このコースはすぐ、バス停「仁淀川橋東詰」の東から上がってくる加茂山(261.3m)の登山コースに合流する。配水池のあった所は標高60m位の地ではなかったかと思うが、そこには斜面を掘下げて整地した広場があるだけ。山のピークでもなければ、展望もない。何のためにここまで登ったのか分からない。そこで16年ぶりに加茂山に登ることにした。

墓地を通り抜け、西下が植林帯の箇所に来ると、驚くことに二階建て(中二階があるから厳密には三層)のログハウスとツリーハウスの中間のような建物がある。これは70代の地元の方が、加茂山登山者の休憩所になれば、と思って一人で建てたもの。展望はないものの、仁淀川から吹く風が心地いい。

途中、地形図に記載の破線道に合流するが、ほどなくして離れる。破線道は尾根を直登しているが、整備されたコースは登り易いよう、西に迂回して鉄塔巡視路に合流する。

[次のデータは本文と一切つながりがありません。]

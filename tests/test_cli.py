"""The command line end to end through main(argv)."""

from __future__ import annotations

import json
import subprocess
import sys

import pandas as pd
import pytest
from conftest import DEMO, small_table

from drift.cli import main

OUTPUTS = {"report.html", "report-data", "model.json", "placements.csv", "moves.csv", "excluded.csv", "stints.csv",
           "role_drift.csv", "comparables.csv", "features.csv"}


def _files(folder):
    """Every file of an output folder (the report's chunks too), relative, without the marker."""
    return sorted(str(p.relative_to(folder)) for p in folder.rglob("*") if p.is_file() and p.name != ".drift-output.json")


def test_run_writes_every_output(demo_run, capsys):
    code, out = demo_run
    assert code == 0
    assert OUTPUTS <= {p.name for p in out.iterdir()}
    placements = pd.read_csv(out / "placements.csv")
    assert {"player_id", "player", "season", "team", "games", "minutes", "role", "role_prob",
            "margin", "out_of_reference"} <= set(placements.columns)
    moves = pd.read_csv(out / "moves.csv")
    assert {"player_id", "player", "season_from", "season_to", "team_from", "team_to", "role_from",
            "role_to", "distance", "role_changed", "z", "p_value", "percentile", "status", "traded",
            "driver_1", "driver_1_change", "driver_1_change_sd"} <= set(moves.columns)
    assert set(moves["kind"]) == {"consecutive", "requested"}
    excluded = pd.read_csv(out / "excluded.csv")
    assert len(excluded) > 0 and excluded["reason"].notna().all()
    assert json.loads((out / "model.json").read_text())["schema"] == "drift-role-model"


def test_in_process_outputs_match_the_cli_run(demo_run, demo_analysis, tmp_path):
    """The CLI run and the session's in-process analysis of the same settings write the same bytes."""
    from drift.api import write_outputs

    _, out = demo_run
    again = tmp_path / "again"
    again.mkdir()
    write_outputs(demo_analysis, again)
    assert _files(again) == _files(out)
    for name in _files(out):
        assert (again / name).read_bytes() == (out / name).read_bytes(), name


@pytest.mark.slow
@pytest.mark.refit
def test_outputs_are_byte_identical_on_rerun(demo_run, tmp_path):
    """A second, real fit of the same data and settings writes every file byte for byte the same."""
    from conftest import DEMO_COMPARE

    _, out = demo_run
    again = tmp_path / "again"
    assert main(["run", str(DEMO), "--out", str(again), "--compare", *DEMO_COMPARE, "--quiet"]) == 0
    assert _files(again) == _files(out)
    for name in _files(out):
        assert (again / name).read_bytes() == (out / name).read_bytes(), name


def test_previous_model_carries_ids_and_writes_alignment(small_run, demo_run):
    code, new = small_run
    assert code == 0
    al = pd.read_csv(new / "alignment.csv", keep_default_na=False)
    assert {"previous_id", "new_id", "cost", "status"} <= set(al.columns)
    previous = {r["id"] for r in json.loads((demo_run[1] / "model.json").read_text())["roles"]}
    carried = {r["id"] for r in json.loads((new / "model.json").read_text())["roles"]}
    kept = al[al["status"] == "kept"]
    assert len(kept) >= 3 and set(kept["carried_id"]) <= previous & carried
    # a role with no match gets a fresh id, never one the previous model used for another role
    assert not set(al.loc[al["status"] == "new", "carried_id"]) & previous


def test_place_command(demo_run, tmp_path, capsys):
    _, out = demo_run
    target = tmp_path / "placed.csv"
    code = main(["place", str(out / "model.json"), str(DEMO / "2024-25.csv"), "--out", str(target),
                 "--min-games", "5"])
    assert code == 0
    placed = pd.read_csv(target)
    assert set(placed["season"]) == {"2024-25"} and "role" in placed
    assert "placed" in capsys.readouterr().out
    # with the model's own filters (20 games), short seasons are listed beside the output
    assert main(["place", str(out / "model.json"), str(DEMO / "2024-25.csv"), "--out", str(target)]) == 0
    excluded = pd.read_csv(tmp_path / "placed_excluded.csv")
    assert len(excluded) > 0 and excluded["reason"].str.contains("min_games 20").any()
    assert "excluded by the filters" in capsys.readouterr().out


def test_fixed_roles_and_components(small_run):
    code, out = small_run
    assert code == 0
    model = json.loads((out / "model.json").read_text())
    assert len(model["roles"]) == 4 and len(model["components"]) == 3
    assert model["reference_seasons"] == ["2023-24", "2024-25"]


def _fails(argv, capsys):
    code = main(argv)
    err = capsys.readouterr().err
    assert code == 2
    assert err.startswith("drift: error: ") and len(err.strip().splitlines()) <= 2
    assert "Traceback" not in err
    return err


def test_errors_are_one_line_exit_two(tmp_path, capsys):
    err = _fails(["run", str(tmp_path / "missing"), "--out", str(tmp_path / "o")], capsys)
    assert "path not found" in err
    bad = tmp_path / "bad"
    bad.mkdir()
    t = small_table().astype({"games": object})
    t.loc[0, "games"] = "many"
    t.to_csv(bad / "2021-22.csv", index=False)
    err = _fails(["run", str(bad), "--out", str(tmp_path / "o")], capsys)
    assert "row 2" in err and "'games'" in err and "'many'" in err
    assert not (tmp_path / "o").exists()  # nothing written on failure


def test_broken_model_file(tmp_path, capsys):
    model = tmp_path / "model.json"
    model.write_text("{ nope")
    err = _fails(["place", str(model), str(DEMO / "2024-25.csv"), "--out", str(tmp_path / "p.csv")], capsys)
    assert "not valid JSON" in err


def test_failed_run_leaves_previous_output_untouched(demo_run, tmp_path, capsys):
    _, out = demo_run
    before = (out / "model.json").read_bytes()
    _fails(["run", str(DEMO), "--out", str(out), "--reference", "1999-00"], capsys)
    assert (out / "model.json").read_bytes() == before
    assert not [p for p in out.parent.iterdir() if p.name.startswith(".")]


def test_refuses_to_replace_a_foreign_folder(tmp_path, capsys):
    foreign = tmp_path / "mine"
    foreign.mkdir()
    (foreign / "thesis.docx").write_text("precious")
    err = _fails(["run", str(DEMO), "--out", str(foreign), "--roles", "3", "--components", "2"], capsys)
    assert "not a drift output" in err and (foreign / "thesis.docx").exists()


def test_another_commands_output_is_never_replaced(demo_run, tmp_path, capsys):
    """The new-user trial: an in-season check or a placement aimed at a run folder deleted it."""
    import shutil

    report = tmp_path / "drift-report"
    shutil.copytree(demo_run[1], report)
    before = {str(p): p.read_bytes() for p in report.rglob("*") if p.is_file()}
    model = str(demo_run[1] / "model.json")  # the model of another run: this folder is no input
    partial = tmp_path / "2025-26.csv"
    shutil.copy(DEMO / "2024-25.csv", partial)
    err = _fails(["place", model, str(partial), "--against", str(DEMO), "--out", str(report)], capsys)
    assert "output folder of `drift run`" in err and "choose another folder" in err
    err = _fails(["place", model, str(DEMO / "2024-25.csv"), "--out", str(report / "placements.csv")], capsys)
    assert "placements.csv of the `drift run` output" in err
    _fails(["demo", "--out", str(report)], capsys)
    assert {str(p): p.read_bytes() for p in report.rglob("*") if p.is_file()} == before


def test_bad_config(tmp_path, capsys):
    cfg = tmp_path / "c.toml"
    cfg.write_text("[model]\nroles = 'many'\n")
    err = _fails(["run", str(DEMO), "--out", str(tmp_path / "o"), "--config", str(cfg)], capsys)
    assert "roles" in err


def test_help_is_instant_and_imports_nothing_heavy():
    code = ("import sys, drift.cli\n"
            "try:\n    drift.cli.main(['--help'])\nexcept SystemExit:\n    pass\n"
            "heavy = [m for m in ('pandas', 'numpy', 'sklearn', 'matplotlib', 'scipy') if m in sys.modules]\n"
            "print(heavy)")
    out = subprocess.run([sys.executable, "-c", code], capture_output=True, text=True, check=True)
    assert out.stdout.strip().splitlines()[-1] == "[]"


def test_python_dash_m_works():
    import drift
    from drift.constants import DISTRIBUTION

    out = subprocess.run([sys.executable, "-m", "drift", "--version"], capture_output=True, text=True)
    assert out.returncode == 0 and out.stdout.strip() == f"drift {drift.__version__} (package {DISTRIBUTION})"


def test_demo_command_writes_a_league(tmp_path):
    assert main(["demo", "--out", str(tmp_path / "league"), "--seed", "3"]) == 0
    assert len(list((tmp_path / "league").glob("*.csv"))) == 6
    assert (tmp_path / "league" / "truth" / "truth.csv").exists()


def test_data_quality_warning_is_one_line(tmp_path, capsys):
    import numpy as np

    t = small_table(n_players=30, seasons=("2021-22", "2022-23", "2023-24"))
    t.loc[3, "usage_pct"] = np.nan
    t.to_csv(tmp_path / "all.csv", index=False)
    assert main(["run", str(tmp_path / "all.csv"), "--out", str(tmp_path / "o"), "--roles", "2",
                 "--components", "2"]) == 0
    err = capsys.readouterr().err
    assert "drift: warning: missing values set to the pool mean: usage_pct (1)" in err


def test_no_parser_takes_abbreviations_and_unknown_options_come_first(capsys):
    import argparse

    from drift.cli import build_parser

    parser = build_parser()
    subs = next(a for a in parser._actions if isinstance(a, argparse._SubParsersAction))
    assert not parser.allow_abbrev and not any(p.allow_abbrev for p in subs.choices.values())
    with pytest.raises(SystemExit) as stop:  # a required positional (FILE) is missing too
        main(["place", "m.json", "--out=x", "--against", "d", "--seasons-games=9"])
    err = capsys.readouterr().err
    assert stop.value.code == 2 and len(err.splitlines()) == 1
    assert "unknown option --seasons-games (did you mean --season-games?)" in err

このコースは地形図で見る限りは、槙橋コースよりきついような印象を受けるが、思ったほどではなかった。短靴でも極端に疲労感を覚えることはない。

山頂広場や展望台は16年前と変わらず、抜群の展望を誇り、仁淀川沿いから太平洋まで見通すことができる。変わったことは、「ハイジのブランコ」が設置されていたこと。

大分県佐伯市のハイジのブランコは以前紹介したが、展望のいい箇所にある大型のブランコや手造りブランコを俗にこう呼ぶ。

隣に掛けられているロープの輪っかには、間違って首を掛けないように(そんな者はおらん)。

東方の第二展望所のあるさつき公園にも寄ってみた。ここにはこの16年の間に鯉のぼりやターザンロープの遊具等が設置された。今年のさつきの見頃は4月上旬だったようで、花は三輪ほどしか残ってなかった。

 

帰路は椙本神社には下りず、「仁淀川橋東詰」バス停の東に下りたが、登山口手前の階段横に、門のある二階建ての廃屋があった。流石に高齢になるとこの階段の上り下りはきついはず。

加茂山は旧伊野町屈指の景勝地であるため、「土佐の商売の神様」椙本神社参拝時は登ってみては如何か。尚、今回、加茂山に登る際、椙本神社の社務所に断って駐車場を利用させて貰ったが、土日なら少し離れるものの、役場の駐車場に駐車することもできる。

コースの概略図は椙本神社の駐車場入り口に設置されているが、ヤマケイの「高知県の山」(最新版は未確認)等を見て予習しても良い。今回のコースは山中各所に道標が完備されている。